However, as my mind awakens I’ve been thinking of a few things I wanted to mention.  I’ve actually been too lazy to blog them, but I’ve not been to lazy to put them into notepad.

Here are a few thoughts/comments/interesting things, in no particular order.  Some have conclusions, others do not.

  • Remember the “Does your code think in ink” contest?   They were giving away $15,000 in prizes to folks to write Tablet PC Power Toys.  Well, turns out I was a runner up and came away with $2500 cash and a copy of Visual Studio.NET 2003.  Very cool, considering that my applet (which is apparently to be published as a Power Toy) was not hard to write.  Apparently winners will be announced soon.  There’s a second chance to write a winner with the new Application version of the same contest.  Looks like $100,000 this time.  Cool.
    • Side Note: I now have a copy of Visual Studio.NET 2003 for sale. ;) $1000 OBO.
  • Nerds with glasses.   I went to the eye doctor for my 2 month checkup since my LASIK surgery.  I’m officially 20/10 in both eyes.  This is ridiculous since I was 20/1600 and legally blind.  I can see so well I can see your thoughts.  Seriously.  Having a little dry eye occasionally, but otherwise a fantastic outcome.

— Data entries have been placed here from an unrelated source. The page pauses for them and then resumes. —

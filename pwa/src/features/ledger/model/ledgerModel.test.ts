// @vitest-environment node
import Decimal from 'decimal.js';
import fc from 'fast-check';
import { describe, expect, it } from 'vitest';
import { NetworkError, ApiError } from '../../../api/errors';
import type { LedgerEntry, LedgerMonth } from '../api/ledgerApi';
import { connectionOf } from './connection';
import {
  axisMoney,
  chartRange,
  daysIn,
  entryAmount,
  entryParty,
  entryTitle,
  isMonth,
  loadedWords,
  majorUnits,
  money,
  monthOf,
  monthRange,
  monthWords,
  profitSeries,
  profitWords,
  shiftMonth,
  workedTime,
} from './ledgerModel';

const anyMonth = fc
  .record({ y: fc.integer({ min: 1900, max: 2400 }), m: fc.integer({ min: 1, max: 12 }) })
  .map(({ y, m }) => `${y}-${String(m).padStart(2, '0')}`);

const aMonth = (month: string, profitMinor: number): LedgerMonth => ({
  month,
  jobs: 1,
  revenueMinor: profitMinor,
  materialsMinor: 0,
  labourMinutes: 0,
  labourMinor: 0,
  profitMinor,
});

const anEntry = (over: Partial<LedgerEntry>): LedgerEntry => ({
  id: 'e1',
  kind: 'payment',
  at: '2026-03-03T14:05:00.000Z',
  amountMinor: 12_345,
  currency: 'USD',
  status: 'succeeded',
  method: 'cash',
  jobId: 'j1',
  invoiceNumber: null,
  customerName: 'Ada Fernhill',
  vehicleLabel: '2019 Generic Estate',
  ...over,
});

describe('months of the Ledger', () => {
  it('a month runs from its first day to its last, as the calendar has it', () => {
    fc.assert(
      fc.property(anyMonth, (month) => {
        const [y, m] = month.split('-').map(Number) as [number, number];
        // The day before the 1st of the next month, from the platform's own calendar.
        const last = new Date(Date.UTC(y, m, 1) - 86_400_000).getUTCDate();
        expect(daysIn(month)).toBe(last);
        expect(monthRange(month)).toEqual({
          from: `${month}-01`,
          to: `${month}-${String(last).padStart(2, '0')}`,
        });
      }),
    );
    expect(monthRange('2028-02').to).toBe('2028-02-29');
    expect(monthRange('2100-02').to).toBe('2100-02-28');
  });

  it('moving by n months and back lands on the same month; 12 months is a year', () => {
    fc.assert(
      fc.property(anyMonth, fc.integer({ min: -600, max: 600 }), (month, n) => {
        const moved = shiftMonth(month, n);
        expect(isMonth(moved)).toBe(true);
        expect(shiftMonth(moved, -n)).toBe(month);
        const [y, m] = month.split('-').map(Number) as [number, number];
        expect(shiftMonth(month, 12)).toBe(`${y + 1}-${String(m).padStart(2, '0')}`);
      }),
    );
    expect(shiftMonth('2026-01', -1)).toBe('2025-12');
    expect(shiftMonth('2025-12', 1)).toBe('2026-01');
  });

  it('the chart covers six months ending with the chosen one, whole months', () => {
    expect(chartRange('2026-03')).toEqual({ from: '2025-10-01', to: '2026-03-31' });
  });

  it('a month is named in words; only YYYY-MM counts as a month', () => {
    expect(monthWords('2026-03')).toBe('March 2026');
    expect(monthOf(new Date(2026, 0, 31, 23, 59))).toBe('2026-01');
    expect(isMonth('2026-13')).toBe(false);
    expect(isMonth('2026-3')).toBe(false);
    expect(isMonth(null)).toBe(false);
  });
});

describe('figures in words', () => {
  it('money is the currency’s own digits, exactly (checked against decimal.js)', () => {
    fc.assert(
      fc.property(fc.integer({ min: -1e12, max: 1e12 }), (minor) => {
        const abs = new Decimal(Math.abs(minor)).div(100).toFixed(2);
        const [whole, cents] = abs.split('.') as [string, string];
        const grouped = whole.replace(/\B(?=(\d{3})+(?!\d))/g, ',');
        expect(money(minor, 'USD')).toBe(`${minor < 0 ? '-' : ''}$${grouped}.${cents}`);
      }),
    );
    expect(money(1_200, 'JPY')).toBe('¥1,200');
  });

  it('a chart value in whole units is the amount over 10^digits', () => {
    fc.assert(
      fc.property(fc.integer({ min: -1e12, max: 1e12 }), (minor) => {
        expect(majorUnits(minor, 'USD')).toBeCloseTo(new Decimal(minor).div(100).toNumber(), 9);
      }),
    );
    expect(axisMoney(1200, 'USD')).toBe('$1,200');
  });

  it('worked time reads in hours and minutes', () => {
    fc.assert(
      fc.property(fc.integer({ min: 0, max: 100_000 }), (minutes) => {
        const words = workedTime(minutes);
        const m = /^(?:(\d+) h)?(?: ?(\d+) min)?$/.exec(words);
        expect(m).not.toBeNull();
        expect(Number(m![1] ?? 0) * 60 + Number(m![2] ?? 0)).toBe(minutes);
      }),
    );
    expect(workedTime(45)).toBe('45 min');
    expect(workedTime(120)).toBe('2 h');
    expect(workedTime(125)).toBe('2 h 05 min');
  });

  it('a loss says so in words, not only with a sign', () => {
    expect(profitWords(-1_230, 'USD')).toBe('Loss of $12.30');
    expect(profitWords(0, 'USD')).toBe('Profit $0.00');
  });

  it('entries read as what they are, money out marked', () => {
    expect(entryTitle(anEntry({ kind: 'deposit', method: 'cheque' }))).toBe('Deposit · Cheque');
    expect(entryTitle(anEntry({ kind: 'invoice', invoiceNumber: 12, method: null }))).toBe(
      'Invoice 12',
    );
    expect(entryTitle(anEntry({ kind: 'quote', status: 'draft', method: null }))).toBe(
      'Quote · not sent',
    );
    expect(entryAmount(anEntry({ kind: 'refund', amountMinor: -1_234 }))).toBe('-$12.34 out');
    expect(entryParty(anEntry({ vehicleLabel: null }))).toBe('Ada Fernhill');
  });

  it('when figures were loaded: the time today, the day before', () => {
    const now = new Date(2026, 2, 3, 22, 0).getTime();
    expect(loadedWords(new Date(2026, 2, 3, 21, 14).getTime(), now)).toBe('at 21:14');
    expect(loadedWords(new Date(2026, 2, 1, 9, 5).getTime(), now)).toBe('on 1 Mar at 09:05');
  });
});

describe('the profit chart', () => {
  it('has one bar per month in order, each the month’s profit in whole units', () => {
    fc.assert(
      fc.property(
        fc.array(fc.integer({ min: -1e9, max: 1e9 }), { minLength: 1, maxLength: 12 }),
        (profits) => {
          const months = profits.map((p, i) => aMonth(shiftMonth('2026-01', i), p));
          const s = profitSeries(months, 'USD');
          expect(s.x).toEqual(profits.map((_, i) => i));
          expect(s.profit).toHaveLength(profits.length);
          s.profit.forEach((v, i) =>
            expect(v).toBeCloseTo(new Decimal(profits[i]!).div(100).toNumber(), 9),
          );
          expect(s.summary.split('; ')).toHaveLength(profits.length);
        },
      ),
    );
  });

  it('labels the months short, with the year when the months cross one; the summary in words', () => {
    const s = profitSeries([aMonth('2025-12', 5_000), aMonth('2026-01', -2_500)], 'USD');
    expect(s.labels).toEqual(['Dec 25', 'Jan 26']);
    expect(s.summary).toBe('December 2025: Profit $50.00; January 2026: Loss of $25.00');
    expect(profitSeries([aMonth('2026-02', 0)], 'USD').labels).toEqual(['Feb']);
  });
});

describe('needing a connection', () => {
  const loaded = (at: number) => ({
    data: {},
    error: null,
    fetchStatus: 'idle',
    dataUpdatedAt: at,
  });
  const missing = { data: undefined, error: null, fetchStatus: 'paused', dataUpdatedAt: 0 };

  it('online with answers: nothing to say', () => {
    expect(connectionOf(true, [loaded(1), loaded(2)])).toEqual({
      needsConnection: false,
      deviceOffline: false,
      shownFromMs: null,
      somethingMissing: false,
    });
  });

  it('offline: says so, and shows figures from the oldest answer on screen', () => {
    expect(connectionOf(false, [loaded(500), loaded(200), missing])).toEqual({
      needsConnection: true,
      deviceOffline: true,
      shownFromMs: 200,
      somethingMissing: true,
    });
    expect(connectionOf(false, [missing]).shownFromMs).toBeNull();
  });

  it('a request that found no server counts as no connection; a refusal does not', () => {
    const failed = { ...loaded(9), error: new NetworkError() };
    expect(connectionOf(true, [failed]).needsConnection).toBe(true);
    const refused = { ...loaded(9), error: new ApiError(500, 'boom', 'Down') };
    expect(connectionOf(true, [refused]).needsConnection).toBe(false);
  });
});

    I was talking to the doctor and wondering why so many computer people (read: nerds) wear glasses.  You can call it a stereotype all you want, it’s still true. ;)  He said there’s actually a whole segment of optometric psychology that looks how personality types have different vision.  I proposed that Type-A, borderline ADD, uptight, detail-oriented people like myself should be more likely to have sharp vision if only through shear willpower and want.  He said it’s actually the exact opposite.  People “like me” are so focused and driven and prone to perfectionism, they stress their eye muscles at an early age and can actually CAUSE myopia.  Interesting stuff. 
    Anyone else agree or disagree?  I know I was reading early and taking small electronics apart at a young age when perhaps I should have been using my eyes to avoid dodge balls.  Maybe all that fly-tying when I was 5 caused my problems?

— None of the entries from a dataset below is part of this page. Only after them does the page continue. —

/** Checks made on the phone before asking the server, each said as what to do. */

export function emailProblem(email: string): string | null {
  const value = email.trim();
  if (value === '') return 'Type your e-mail address.';
  if (!/^[^\s@]+@[^\s@]+\.[^\s@]+$/.test(value))
    return 'That does not look like an e-mail address.';
  return null;
}

export function passwordProblem(password: string): string | null {
  return password === '' ? 'Type your password.' : null;
}

/** The server's rule for new passwords (sign-up, invites): at least 10 characters. */
export const newPasswordMinLength = 10;

export function newPasswordProblem(password: string): string | null {
  if (password === '') return 'Choose a password.';
  if (password.length < newPasswordMinLength) {
    return `Use at least ${newPasswordMinLength} characters (${password.length} so far).`;
  }
  return null;
}

export function requiredProblem(value: string, what: string): string | null {
  return value.trim() === '' ? `Type ${what}.` : null;
}
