import { isNetworkError } from '../../../api/errors';

/** What the screen needs to say about the network, from the device and from the answers. */
export interface LedgerConnection {
  /** No network, or the server could not be reached: the Ledger needs a connection. */
  needsConnection: boolean;
  /** The device itself says it has no network (trying again now cannot help). */
  deviceOffline: boolean;
  /** Figures are on screen although they could not be checked now: when they were loaded. */
  shownFromMs: number | null;
  /** Something the screen wants has never been loaded here (nothing to show for it). */
  somethingMissing: boolean;
}

export interface Loadable {
  data: unknown;
  error: unknown;
  fetchStatus: string;
  dataUpdatedAt: number;
}

/** The rule, apart from React: offline or unreachable, and what is shown from before. */
export function connectionOf(online: boolean, queries: readonly Loadable[]): LedgerConnection {
  const unreachable = queries.some(
    (q) => isNetworkError(q.error) || (q.fetchStatus === 'paused' && q.data === undefined),
  );
  const needsConnection = !online || unreachable;
  const loaded = queries.filter((q) => q.data !== undefined).map((q) => q.dataUpdatedAt);
  return {
    needsConnection,
    deviceOffline: !online,
    shownFromMs: needsConnection && loaded.length ? Math.min(...loaded) : null,
    somethingMissing: needsConnection && queries.some((q) => q.data === undefined),
  };
}
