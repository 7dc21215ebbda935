import { queryOptions } from '@tanstack/react-query';
import type { ApiClient } from '../../../api/client';
import { NetworkError, toApiError } from '../../../api/errors';
import type { SessionStore } from '../../auth/model/sessionStore';

/** A range of days in the business's time zone, both ends included (YYYY-MM-DD). */
export interface DayRange {
  from: string;
  to: string;
}

export const ENTRY_KINDS = ['quote', 'invoice', 'deposit', 'payment', 'refund'] as const;
export type EntryKind = (typeof ENTRY_KINDS)[number];

/** What a job, a month or a range brought in and cost (minor units, minutes). */
export interface LedgerFigures {
  revenueMinor: number;
  materialsMinor: number;
  labourMinutes: number;
  labourMinor: number;
  profitMinor: number;
}

export interface LedgerMonth extends LedgerFigures {
  /** YYYY-MM. */
  month: string;
  jobs: number;
}

export interface LedgerMonths extends DayRange {
  currency: string;
  labourCostPerHourMinor: number;
  months: LedgerMonth[];
  totals: LedgerFigures & { jobs: number };
}

export interface LedgerJob extends LedgerFigures {
  jobId: string;
  windowStart: string;
  stage: string;
  customerName: string;
  vehicleLabel: string;
  priceMinor: number;
  collectedMinor: number;
  refundedMinor: number;
}

export interface LedgerJobs extends DayRange {
  currency: string;
  labourCostPerHourMinor: number;
  items: LedgerJob[];
  total: number;
  limit: number;
  offset: number;
}

export interface LedgerEntry {
  id: string;
  kind: EntryKind;
  at: string;
  /** Money out (a refund) is negative. */
  amountMinor: number;
  currency: string;
  status: string;
  method: string | null;
  jobId: string | null;
  invoiceNumber: number | null;
  customerName: string | null;
  vehicleLabel: string | null;
}

export interface LedgerEntries extends DayRange {
  currency: string;
  items: LedgerEntry[];
  total: number;
  limit: number;
  offset: number;
  sums: Record<EntryKind, { count: number; amountMinor: number }>;
}

const range = ({ from, to }: DayRange) =>
  `from=${encodeURIComponent(from)}&to=${encodeURIComponent(to)}`;

/** Every Ledger answer is kept under this key, so one refresh asks for them all again. */
export const LEDGER_KEY = 'ledger';

export const ledgerMonthsQuery = (client: ApiClient, r: DayRange) =>
  queryOptions({
    queryKey: [LEDGER_KEY, 'months', r.from, r.to],
    queryFn: ({ signal }) =>
      client.request<LedgerMonths>(`/api/ledger/months?${range(r)}`, { signal }),
  });

/** The jobs of a range: a month's visits fit in one page of 200. */
export const ledgerJobsQuery = (client: ApiClient, r: DayRange) =>
  queryOptions({
    queryKey: [LEDGER_KEY, 'jobs', r.from, r.to],
    queryFn: ({ signal }) =>
      client.request<LedgerJobs>(`/api/ledger/jobs?${range(r)}&limit=200`, { signal }),
  });

export const ENTRIES_PAGE = 50;

export function ledgerEntriesPath(r: DayRange, kind: EntryKind | null, offset: number): string {
  const k = kind ? `&kind=${kind}` : '';
  return `/api/ledger/entries?${range(r)}${k}&limit=${ENTRIES_PAGE}&offset=${offset}`;
}

export type CsvKind = 'invoices' | 'payments';

export const csvPath = (kind: CsvKind, r: DayRange) => `/api/ledger/export/${kind}.csv?${range(r)}`;

/** A CSV file fetched with the session (refreshed once on a 401); its name from the server. */
export async function fetchCsv(
  client: ApiClient,
  store: SessionStore,
  path: string,
): Promise<{ blob: Blob; filename: string | null }> {
  const get = async (token: string | undefined) => {
    try {
      return await fetch(path, {
        headers: token ? { Authorization: `Bearer ${token}` } : {},
        credentials: 'same-origin',
      });
    } catch (error) {
      throw new NetworkError(undefined, { cause: error });
    }
  };
  const session = store.get();
  let response = await get(session?.accessToken);
  if (response.status === 401 && session) {
    const fresh = await client.refreshSession(session.refreshToken);
    if (fresh) response = await get(fresh.accessToken);
  }
  if (!response.ok) throw await toApiError(response);
  const disposition = response.headers.get('Content-Disposition') ?? '';
  const filename = /filename="([^"]+)"/.exec(disposition)?.[1] ?? null;
  return { blob: await response.blob(), filename };
}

  • Vacation.  Anyone who comes back from vacation saying, “I’m so refreshed and ready to get back to work” is full of crap.  The longer I am away from work, the more I want to retire and hang out.  This is a reflection on how nice NOT working is, not in anyway a reflection on my current employer.  It just would be nice to NOT have to wake up one day, eh?

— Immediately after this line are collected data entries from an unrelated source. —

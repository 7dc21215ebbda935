import { describe, expect, it } from 'vitest';
import { readCustomer } from './CustomerSheet';

const draft = {
  name: 'Rue Calder',
  phone: '',
  email: '',
  address: '',
  lat: '',
  lng: '',
  notes: '',
};

describe("a customer's map position, typed for drive times", () => {
  it('takes decimal degrees, with a comma or a point, and stores numbers', () => {
    const read = readCustomer({ ...draft, lat: '51,5072', lng: '-0.1276' });
    expect(read).toMatchObject({ ok: true, fields: { lat: 51.5072, lng: -0.1276 } });
  });

  it('leaves both empty as no position', () => {
    expect(readCustomer(draft)).toMatchObject({ ok: true, fields: { lat: null, lng: null } });
  });

  it('names the field that is out of range or not a number, and wants both or neither', () => {
    const bad = readCustomer({ ...draft, lat: '91', lng: 'east' });
    expect(bad).toMatchObject({ ok: false });
    if (bad.ok) return;
    expect(bad.problems.lat).toMatch(/-90 to 90/);
    expect(bad.problems.lng).toMatch(/-180 to 180/);
    const half = readCustomer({ ...draft, lat: '51.5' });
    expect(half.ok ? null : half.problems.lng).toMatch(/both/);
  });
});
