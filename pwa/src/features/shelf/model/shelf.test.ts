import { describe, expect, it } from 'vitest';
import type { ProductRow } from '@panelpass/shared';
import { isLow, lowWords, shelfView, stockWords, usesLeft } from './shelf';

let n = 0;
function product(over: Partial<ProductRow>): ProductRow {
  n += 1;
  return {
    id: `p-${String(n).padStart(3, '0')}`,
    businessId: 'b',
    version: 1,
    createdAt: '2025-05-01T10:00:00.000Z',
    updatedAt: '2025-05-01T10:00:00.000Z',
    deletedAt: null,
    name: `Product ${n}`,
    kind: 'polish',
    properties: {},
    unit: 'mL',
    stockQty: 500,
    amountPerUse: 8,
    lowStockAt: 100,
    sdsUrl: null,
    ...over,
  };
}

describe('low stock (the server’s rule: stock at or below the product’s mark)', () => {
  it('is low at the mark and below it, not above', () => {
    expect(isLow({ stockQty: 100, lowStockAt: 100 })).toBe(true);
    expect(isLow({ stockQty: 99.5, lowStockAt: 100 })).toBe(true);
    expect(isLow({ stockQty: 100.001, lowStockAt: 100 })).toBe(false);
  });

  it('a product without a mark is low only when none is left', () => {
    expect(isLow({ stockQty: 3, lowStockAt: 0 })).toBe(false);
    expect(isLow({ stockQty: 0, lowStockAt: 0 })).toBe(true);
  });

  it('says it in words', () => {
    expect(lowWords({ stockQty: 40, lowStockAt: 50, unit: 'mL' })).toBe('Low: reorder at 50 mL');
    expect(lowWords({ stockQty: 0, lowStockAt: 50, unit: 'mL' })).toBe('Out: none left');
    expect(lowWords({ stockQty: 60, lowStockAt: 50, unit: 'mL' })).toBeNull();
    expect(stockWords({ stockQty: 29.8, unit: 'mL' })).toBe('29.8 mL left');
    expect(usesLeft({ stockQty: 30, amountPerUse: 0.2 })).toBe(150);
    expect(usesLeft({ stockQty: 30, amountPerUse: 0 })).toBeNull();
  });
});

describe('shelfView', () => {
  const nearlyOut = product({
    name: 'Glaze',
    kind: 'finishing-polish',
    stockQty: 10,
    lowStockAt: 100,
  });
  const atMark = product({ name: 'Compound', kind: 'compound', stockQty: 200, lowStockAt: 200 });
  const plenty = product({ name: 'Anti-hologram polish', kind: 'polish', stockQty: 900 });
  const pad = product({ name: 'Wool pad', kind: 'pad', unit: 'each', stockQty: 4, lowStockAt: 0 });
  const tar = product({ name: 'Tar remover', kind: 'solvent', stockQty: 480 });

  it('lists the low ones first, furthest under their mark first', () => {
    const view = shelfView([plenty, atMark, pad, nearlyOut, tar]);
    expect(view.low.map((p) => p.name)).toEqual(['Glaze', 'Compound']);
  });

  it('groups every product by kind in the Shelf’s order, by name within a kind', () => {
    const another = product({ name: 'a-step polish', kind: 'polish' });
    const view = shelfView([pad, plenty, tar, atMark, another, nearlyOut]);
    expect(view.groups.map((g) => [g.title, g.products.map((p) => p.name)])).toEqual([
      ['Compounds', ['Compound']],
      ['Polishes', ['a-step polish', 'Anti-hologram polish']],
      ['Finishing polishes', ['Glaze']],
      ['Spot solvents', ['Tar remover']],
      ['Pads', ['Wool pad']],
    ]);
    expect(view.total).toBe(6);
  });

  it('finds products by words of the name or kind', () => {
    expect(shelfView([plenty, tar, pad], 'solvent').groups.flatMap((g) => g.products)).toEqual([
      tar,
    ]);
    expect(shelfView([plenty, tar, pad], 'HOLOGRAM pol').total).toBe(1);
  });
});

  • Coders who are born.  A friend is taking a SmallTalk class, and commented on a fellow student who just wasn’t cutting it.  I commented that maybe he wasn’t born a coder.  This turned into a discussion that culminated in the conclusion that while developers can be created, they (the personality type) are fundamentally in-born.  If we weren’t developers, we’d be designing the Jumble, or working in the fields of Math or Physics.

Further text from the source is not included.